The Opposition of Zinoviev and Kamenev
Grigorii Zinoviev, Letter of Protest. October 24, 1917
With Lev Kamenev
Original Source: V. I. Lenin, Sochineniia (Moscow: Gosizdat, 1929), Vol. 21, pp. 495-97.
A tendency is accumulating and growing in workers' circles that sees the only way out in immediately proclaiming an armed uprising. All due dates have now converged, such that if one speaks of such an uprising, he has to set the time openly, and in the next few days. In one form or another this question is already being discussed by the whole periodical press, and. in workers' meetings, and it occupies the minds of a considerable circle of party workers. We, in turn, consider it our duty and our right to express ourselves on this question with full frankness.
We are most deeply convinced that to proclaim an armed uprising right now means to gamble not only the fate of our party but the fate of the Russian and international revolution as well.
There is no doubt that there occur such historical situations where the oppressed class has to recognize that it is better to go down to defeat than to surrender without a fight. Does the Russian working class now find itself in such a situation? No, a thousand times no!!! ...
As a result of the tremendous growth of the influence of our party in the cities and especially in the army, such a situation has shaped up at the present time that it is becoming a more and more impossible thing for the bourgeoisie to disrupt the Constituent Assembly. Through the army, through the workers we hold a revolver at the temple of the bourgeoisie: the bourgeoisie is put in such a position that if it thought of making an attempt to disrupt the Constituent Assembly now, it would again push the petty-bourgeois parties toward us, and the hammer of the revolver would be released.
The chances of our party in the elections to the Constituent Assembly are excellent. We believe that the talk that the influence of the Bolsheviks is beginning to fall is emphatically without foundation. In the mouths of our political opponents this assertion is simply a maneuver in a political game that counts precisely on evoking a move by the Bolsheviks under conditions favorable to our enemies. The influence of the Bolsheviks is growing. Whole strata of the toiling population have just begun to be caught up by it. With the correct tactics we can win a third or even more of the seats in the Constituent Assembly. The position of the petty-bourgeois parties in the Constituent Assembly cannot be entirely the same as it is right now. Above all, their slogan, "For land, for freedom, wait for the Constituent Assembly," will be dropped. And the intensification of poverty, hunger, and the peasant movement will put more and more pressure on them and compel them to seek an alliance with the proletarian party against the landlords and capitalists represented by the Kadet Party ...
In Russia the majority of the workers and a significant part of the soldiers are for us. But all the rest is questionable. We are all convinced, for instance, that if the matter now reaches the point of the elections to the Constituent Assembly, the peasants will vote in the majority for the SRs. What is this-an accident? The mass of the soldiers supports us not because of the slogan of war, but because of the slogan of peace. This is an extremely important circumstance, failing to consider which we risk building all our calculations on sand. If we now take power alone and confront (as a result of the whole world situation) the necessity of waging revolutionary war, the mass of the soldiers will pour away from us ...

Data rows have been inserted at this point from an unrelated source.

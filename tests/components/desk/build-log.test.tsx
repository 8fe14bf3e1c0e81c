import { act } from 'react';
import { createRoot, type Root } from 'react-dom/client';
import { afterEach, beforeEach, describe, expect, it, vi } from 'vitest';
import { BuildLog } from '@/components/desk/build-log';
import { hours, hoursRange } from '@/components/desk/hours';
import { ProgressRule } from '@/components/desk/progress-rule';
import { ACCOUNT, BUILD, entry, uuidOf } from '../../support/log';
import { demoPlan } from '../../support/plans';

let root: Root;
let page: HTMLElement;
const plan = demoPlan('folding-trestles');
const DAY = 86_400_000;

beforeEach(() => {
  page = document.body.appendChild(document.createElement('main'));
  root = createRoot(page);
});
afterEach(async () => {
  vi.restoreAllMocks();
  await act(async () => root.unmount());
  page.remove();
});
const draw = (node: React.ReactNode) => act(async () => root.render(node));

const note = (text: string, madeAt: number) =>
  entry('note-written', { noteId: uuidOf(0x900 + madeAt) }, { text, stepId: null }, { madeAt });
const photo = entry(
  'photo-taken',
  { photoId: uuidOf(0x901) },
  { stepId: null, wantedId: null, sha256: 'a'.repeat(64), bytes: 3, mediaType: 'image/jpeg', width: 1, height: 1 },
  { madeAt: 30 * DAY },
);

describe('the log at the desk', () => {
  it('stands by day, newest day first, with who did it', async () => {
    const entries = [note('first evening', 10 * DAY), note('second evening', 12 * DAY)];
    await draw(<BuildLog buildId={BUILD} entries={entries} plan={plan} names={{ [ACCOUNT]: 'Ash' }} />);
    expect([...page.querySelectorAll('h3')].map(({ textContent }) => textContent)).toEqual([
      'Tuesday, January 13, 1970',
      'Sunday, January 11, 1970',
    ]);
    expect(page.querySelectorAll('li')[0]!.textContent).toContain('second evening');
    expect(page.textContent).toContain('· Ash');
  });

  it('keeps what was undone, and says so', async () => {
    const wrong = note('wrong bench', 10 * DAY);
    const undo = entry('entry-undone', { entryId: wrong.id }, { undone: true }, { madeAt: 10 * DAY + 1 });
    await draw(<BuildLog buildId={BUILD} entries={[wrong, undo]} plan={plan} names={{}} />);
    expect(page.querySelectorAll('li')).toHaveLength(1);
    expect(page.textContent).toContain('· undone');
  });

  it('says of a photo that is not here yet where it is', async () => {
    // The stand-in for a browser loads no pictures, and calls each complete from the start.
    vi.spyOn(HTMLImageElement.prototype, 'complete', 'get').mockReturnValue(false);
    await draw(<BuildLog buildId={BUILD} entries={[photo]} plan={plan} names={{}} />);
    const image = page.querySelector('img')!;
    expect(image.getAttribute('src')).toBe(`/api/builds/${BUILD}/photos/${'a'.repeat(64)}`);
    await act(async () => image.dispatchEvent(new Event('error')));
    expect(page.querySelector('img')).toBeNull();
    expect(page.textContent).toContain('held on the phone that took it');
  });

  it('with nothing in it says how something comes there', async () => {
    await draw(<BuildLog buildId={BUILD} entries={[]} plan={plan} names={{}} />);
    expect(page.textContent).toContain('Take the build to the bench');
  });
});

describe('how far a build is', () => {
  it('is a rule with one graduation a step, by stage', async () => {
    const stages = [
      { stageId: 'wood', done: 2, skipped: 1, inAll: 4 },
      { stageId: 'finish', done: 1, skipped: 0, inAll: 2 },
    ];
    await draw(<ProgressRule stages={stages} />);
    const marks = [...page.querySelectorAll('path')].slice(1);
    expect(marks.map((mark) => mark.getAttribute('stroke-width'))).toEqual(['4', '4', '1', '1', '4', '1']);
    expect(marks.map((mark) => mark.hasAttribute('stroke-dasharray'))).toEqual([
      false,
      false,
      true,
      false,
      false,
      false,
    ]);
  });

  it.each([
    [45, '45 min'],
    [60, '1 h'],
    [200, '3 h 20 min'],
    [0, '0 min'],
  ])('%i minutes are %s', (minutes, words) => expect(hours(minutes)).toBe(words));

  it.each([
    [{ min: 245, max: 385 }, '4–6 h'],
    [{ min: 20, max: 40 }, '20–40 min'],
    [{ min: 30, max: 30 }, '30 min'],
    [{ min: 170, max: 190 }, '3 h'],
  ])('a range of %o is %s', (range, words) => expect(hoursRange(range)).toBe(words));
});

And here we approach the second assertion-that the inter-national proletariat is supposedly now already with us, in the majority. This unfortunately is not yet so. The mutiny in the German navy has an immense symptomatic significance. The harbingers of a serious movement are present in Italy. But from this it is still very far to any amount of active support for the proletarian revolution in Russia, declaring war on the whole bourgeois world. It is extremely bad to overestimate one's forces. Undoubtedly much has been given to us and much will be asked of us. But if we now stake the whole game on one card and suffer a defeat-we will deal a cruel blow as well to the international proletarian revolution, which is growing very slowly but nevertheless growing. In time the growth of the revolution in Europe would make it obligatory for us to take power in our hands immediately, without any hesitation. In this consists the sole guarantee of the victory of an uprising of the proletariat in Russia. This will come, but it is not yet ...
Before history, before the international proletariat, before the Russian Revolution and the Russian working class we do not now have the right to stake the whole future on the card of an armed uprising. It would be a mistake to think that a move now similar to that of July 3-5 would in the event of failure lead only to such consequences. Now the question is bigger. The question is decisive battle, and defeat in this battle would be defeat for the revolution.